### WHAT YOU ARE ASKED TO DO:
The answer must consist of every line from the entries below that contains the word "unknown".

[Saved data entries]
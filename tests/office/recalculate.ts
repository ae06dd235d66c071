import ExcelJS from 'exceljs'
import { strFromU8, strToU8, unzipSync, zipSync } from 'fflate'
import { convert } from './office.ts'

/**
 * Takes the cached result from every formula cell. LibreOffice trusts the results of files of this stamp, so that a
 * wrong formula would come back with the right number.
 */
export const withoutResults = (bytes: Uint8Array): Uint8Array => {
  const parts = unzipSync(bytes)
  for (const [name, part] of Object.entries(parts)) {
    if (!/^xl\/worksheets\/sheet\d+\.xml$/.test(name)) continue
    parts[name] = strToU8(strFromU8(part).replace(/(<f>[^<]*<\/f>)<v>[^<]*<\/v>/g, '$1'))
  }
  return zipSync(parts)
}

export const readWorkbook = async (bytes: Uint8Array): Promise<ExcelJS.Workbook> => {
  const workbook = new ExcelJS.Workbook()
  await workbook.xlsx.load(bytes as never)
  return workbook
}

/** Formula cells of a workbook with the results stored in it, by `sheet!address`. */
export const formulaResults = (workbook: ExcelJS.Workbook): Map<string, unknown> => {
  const found = new Map<string, unknown>()
  for (const sheet of workbook.worksheets) {
    sheet.eachRow((row) => {
      row.eachCell((cell) => {
        if (cell.type === ExcelJS.ValueType.Formula) found.set(`${sheet.name}!${cell.address}`, cell.result)
      })
    })
  }
  return found
}

/** Every formula cell as LibreOffice computes it anew. */
export const recalculated = async (bytes: Uint8Array): Promise<ExcelJS.Workbook> =>
  readWorkbook(convert('schedule.xlsx', withoutResults(bytes), 'xlsx'))
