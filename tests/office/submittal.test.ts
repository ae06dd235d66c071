import { readFileSync } from 'node:fs'
import { writeSchedule, writeSubmittal } from '@coldfill/documents'
import { documentOptions } from '@coldfill/documents/testing'
import { sizeSpec } from '@coldfill/sizing'
import { strFromU8, unzipSync } from 'fflate'
import { describe, expect, it } from 'vitest'
import { convert, hasOffice, leftOut } from './office.ts'

const result = (building: string) =>
  sizeSpec(readFileSync(new URL(`../../examples/${building}/spec.yaml`, import.meta.url), 'utf8'))

/** Pages of a PDF by its page tree, which LibreOffice does not compress. */
const pagesOf = (pdf: Uint8Array): number =>
  Buffer.from(pdf)
    .toString('latin1')
    .match(/\/Type\s*\/Page\b(?!s)/g)?.length ?? 0

describe.skipIf(!hasOffice).each(['fernhollow', 'alder-court'])(
  `the documents of %s in LibreOffice${leftOut}`,
  (building) => {
    const project = result(building)
    const options = documentOptions(project.project.units)

    it('opens the submittal and reads every equation of it as one', async () => {
      const bytes = await writeSubmittal(project, options)
      const document = strFromU8(unzipSync(bytes)['word/document.xml'] ?? new Uint8Array())
      const parts = Object.entries(unzipSync(convert('submittal.docx', bytes, 'odt'))).map(
        ([name, part]) => [name, strFromU8(part)] as const,
      )
      const equations = parts.filter(([name, xml]) => /^Object \d+\/content\.xml$/.test(name) && xml.includes('<math'))
      expect(equations.length).toBeGreaterThan(50)
      expect(equations).toHaveLength(document.match(/<m:oMath>/g)?.length ?? -1)
      // A part that its equation language does not understand becomes an error element, drawn as an inverted question mark.
      expect(equations.filter(([, xml]) => /merror|¿/.test(xml)).map(([name]) => name)).toEqual([])
      const text = parts.find(([name]) => name === 'content.xml')?.[1] ?? ''
      for (const vessel of project.vessels) expect(text).toContain(vessel.mark)
    })

    it('prints both files', async () => {
      const submittal = convert('submittal.docx', await writeSubmittal(project, options), 'pdf')
      const schedule = convert('schedule.xlsx', await writeSchedule(project, options), 'pdf')
      expect(pagesOf(submittal)).toBeGreaterThan(7)
      // Cover, a schedule a kind, a calculation a vessel, assumptions, findings, sources and fluid data: a page each at least.
      expect(pagesOf(schedule)).toBeGreaterThan(2 + project.vessels.length + 4)
    })
  },
)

### EXPECTED ANSWER:
export const formulaResults = (workbook: ExcelJS.Workbook): Map<string, unknown> => {
  const found = new Map<string, unknown>()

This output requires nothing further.